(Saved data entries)
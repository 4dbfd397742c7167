//! Invariants of the half-bridge leg's edges over random legs and points:
//! the window's order, more current opening it earlier, f32 against f64,
//! and no input giving a NaN or a panic.

use proptest::prelude::*;
use timing_core::coss::CossPoint;
use timing_core::leg::{Edge, EdgeTurnOn, Leg, LegPoint, NodeCapacitance};

fn log_uniform(lo: f64, hi: f64) -> impl Strategy<Value = f64> {
    (lo.ln()..hi.ln()).prop_map(f64::exp)
}

/// An invented falling curve, scaled (not a real part).
fn curve(scale: f64) -> [CossPoint<f64>; 3] {
    [
        CossPoint {
            volts: 0.0,
            farads: 2.0e-9 * scale,
        },
        CossPoint {
            volts: 12.0,
            farads: 0.6e-9 * scale,
        },
        CossPoint {
            volts: 200.0,
            farads: 0.2e-9 * scale,
        },
    ]
}

fn curve_f32(scale: f64) -> [CossPoint<f32>; 3] {
    curve(scale).map(|p| CossPoint {
        volts: p.volts as f32,
        farads: p.farads as f32,
    })
}

fn edge() -> impl Strategy<Value = Edge> {
    prop_oneof![Just(Edge::Falling), Just(Edge::Rising)]
}

/// The signed current that swings `edge`, of magnitude `amps`.
fn swinging(edge: Edge, amps: f64) -> f64 {
    if edge == Edge::Falling {
        amps
    } else {
        -amps
    }
}

proptest! {
    #![proptest_config(ProptestConfig::with_cases(300))]

    #[test]
    fn a_completed_swing_opens_before_it_closes_and_more_current_opens_it_earlier(
        scale in log_uniform(0.2, 5.0), ext in 0.0f64..1e-9, l in log_uniform(50e-9, 50e-6),
        r in 0.0f64..0.1, vbus in log_uniform(5.0, 200.0), far_frac in 0.05f64..0.95,
        amps in log_uniform(0.2, 30.0), more in 1.01f64..2.0, e in edge(),
    ) {
        let c = curve(scale);
        let leg = Leg::new(l, NodeCapacitance::new(&c, &c, ext).unwrap(), r, 1e-6).unwrap();
        let far = far_frac * vbus;
        let at = |a: f64| leg.edge(e, &LegPoint::new(vbus, swinging(e, a), far).unwrap()).unwrap();
        if let EdgeTurnOn::Zvs(w) = at(amps).turn_on {
            prop_assert!(w.open_s > 0.0 && w.close_s > w.open_s, "{w:?}");
            let EdgeTurnOn::Zvs(w2) = at(amps * more).turn_on else {
                return Err(TestCaseError::fail("more current lost the swing"));
            };
            prop_assert!(w2.open_s < w.open_s, "{w2:?} {w:?}");
        }
    }

    #[test]
    fn f32_follows_f64(
        scale in log_uniform(0.2, 5.0), l in log_uniform(100e-9, 20e-6), vbus in log_uniform(10.0, 200.0),
        far_frac in 0.1f64..0.9, amps in log_uniform(0.5, 20.0), e in edge(),
    ) {
        let (c64, c32) = (curve(scale), curve_f32(scale));
        let far = far_frac * vbus;
        let wide = Leg::new(l, NodeCapacitance::new(&c64, &c64, 0.0).unwrap(), 0.01, 1e-6).unwrap();
        let narrow = Leg::new(l as f32, NodeCapacitance::new(&c32, &c32, 0.0).unwrap(), 0.01, 1e-6).unwrap();
        let a = wide.edge(e, &LegPoint::new(vbus, swinging(e, amps), far).unwrap()).unwrap();
        let b = narrow
            .edge(e, &LegPoint::new(vbus as f32, swinging(e, amps) as f32, far as f32).unwrap())
            .unwrap();
        match (a.turn_on, b.turn_on) {
            (EdgeTurnOn::Zvs(x), EdgeTurnOn::Zvs(y)) => {
                let d = (f64::from(y.open_s) - x.open_s).abs() / x.open_s;
                prop_assert!(d < 1e-4, "{x:?} {y:?}");
            }
            (EdgeTurnOn::Short(x), EdgeTurnOn::Short(y)) => {
                prop_assert!((f64::from(y.remaining_v) - x.remaining_v).abs() < 1e-3 * vbus);
            }
            // Right at the boundary the two may differ: the short side then
            // stops within a hair of the rail.
            (EdgeTurnOn::Short(x), _) => prop_assert!(x.remaining_v < 2e-3 * vbus, "{x:?}"),
            (_, EdgeTurnOn::Short(y)) => prop_assert!(f64::from(y.remaining_v) < 2e-3 * vbus, "{y:?}"),
        }
    }

    #[test]
    fn every_valid_point_gives_a_finite_answer(
        l in log_uniform(1e-9, 1e-3), zeta in 0.0f64..10.0, diode in log_uniform(1e-9, 1e-3),
        ext in 0.0f64..1e-8, scale in log_uniform(0.01, 100.0), vbus in log_uniform(0.1, 1000.0),
        amps in -100.0f64..100.0, far_frac in 0.0f64..=1.0, e in edge(),
    ) {
        let c = curve(scale);
        // The loop's resistance as a damping factor at the largest node
        // capacitance (Leg::new refuses more than ten times critical).
        let c_max = ext + 2.0 * c[0].farads;
        let r = zeta * 2.0 * (l / c_max).sqrt();
        let leg = Leg::new(l, NodeCapacitance::new(&c, &c, ext).unwrap(), r, diode).unwrap();
        let t = leg.edge(e, &LegPoint::new(vbus, amps, far_frac * vbus).unwrap());
        let t = t.map_err(|err| TestCaseError::fail(format!("{err:?}")))?;
        match t.turn_on {
            EdgeTurnOn::Zvs(w) => prop_assert!(w.open_s.is_finite() && w.close_s >= w.open_s),
            EdgeTurnOn::Short(s) => prop_assert!(s.extremum_s >= 0.0 && s.remaining_v >= 0.0 && s.remaining_v <= vbus),
        }
    }

    #[test]
    fn no_input_gives_a_nan_or_a_panic(
        l in any::<f64>(), r in any::<f64>(), diode in any::<f64>(), ext in any::<f64>(),
        vbus in any::<f64>(), i in any::<f64>(), far in any::<f64>(), e in edge(),
    ) {
        let c = curve(1.0);
        let Ok(node) = NodeCapacitance::new(&c, &c, ext) else { return Ok(()) };
        let Ok(leg) = Leg::new(l, node, r, diode) else { return Ok(()) };
        let Ok(p) = LegPoint::new(vbus, i, far) else { return Ok(()) };
        if let Ok(t) = leg.edge(e, &p) {
            match t.turn_on {
                EdgeTurnOn::Zvs(w) => prop_assert!(w.open_s.is_finite() && w.close_s.is_finite()),
                EdgeTurnOn::Short(s) => prop_assert!(s.extremum_s.is_finite() && s.remaining_v.is_finite()),
            }
        }
    }
}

> Work order: Exactly as written, repeat each line from the beginning of the data above to the line containing "(lo.ln()..hi.ln()).prop_map(f64::exp)", inclusive.

> Answer area:
repository 4dbfd397742c7167
//! Invariants of the half-bridge leg's edges over random legs and points:
//! the window's order, more current opening it earlier, f32 against f64,
//! and no input giving a NaN or a panic.

use proptest::prelude::*;
use timing_core::coss::CossPoint;
use timing_core::leg::{Edge, EdgeTurnOn, Leg, LegPoint, NodeCapacitance};

fn log_uniform(lo: f64, hi: f64) -> impl Strategy<Value = f64> {
    (lo.ln()..hi.ln()).prop_map(f64::exp)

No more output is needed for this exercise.